# Task goal:
Where a line contains the word "angular", copy that line from the records below.

# Supplied records:
'''
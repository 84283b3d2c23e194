import { ChangeDetectionStrategy, Component, inject, input, signal, type OnInit } from '@angular/core';
import { MatButtonModule } from '@angular/material/button';
import { MatProgressBarModule } from '@angular/material/progress-bar';
import { Router, RouterLink } from '@angular/router';
import { apiErrorMessage } from '../../core/api-error';
import { AuthStore } from '../../core/auth-store';
import { AccountFrame } from './account-frame';

/** The page a verification mail links to: opens the link once, then goes on to the studios. */
@Component({
  selector: 'em-verify-email',
  imports: [AccountFrame, RouterLink, MatButtonModule, MatProgressBarModule],
  template: `
    <em-account-frame heading="Confirm your address">
      @if (!token()) {
        <p class="error" role="alert">
          This page needs the link from the confirmation e-mail. <a routerLink="/sign-up">Sign up again</a> for a new one.
        </p>
      } @else if (error()) {
        <p class="error" role="alert">{{ error() }}</p>
        <div class="actions">
          <a mat-flat-button routerLink="/sign-in">Sign in</a>
          <a mat-stroked-button routerLink="/sign-up">Sign up again</a>
        </div>
      } @else {
        <p role="status">Confirming your address…</p>
        <mat-progress-bar mode="indeterminate" aria-label="Confirming your address" />
      }
    </em-account-frame>
  `,
  styleUrl: './account-form.scss',
  changeDetection: ChangeDetectionStrategy.OnPush,
})
export class VerifyEmail implements OnInit {
  private readonly auth = inject(AuthStore);
  private readonly router = inject(Router);

  readonly token = input<string>('');

  protected readonly error = signal('');

  async ngOnInit(): Promise<void> {
    if (!this.token()) return;
    try {
      await this.auth.verifyEmail(this.token());
      await this.router.navigateByUrl('/studios');
    } catch (err) {
      this.error.set(apiErrorMessage(err));
    }
  }
}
'''
# The answer:
import { ChangeDetectionStrategy, Component, inject, input, signal, type OnInit } from '@angular/core';
import { MatButtonModule } from '@angular/material/button';
import { MatProgressBarModule } from '@angular/material/progress-bar';
import { Router, RouterLink } from '@angular/router';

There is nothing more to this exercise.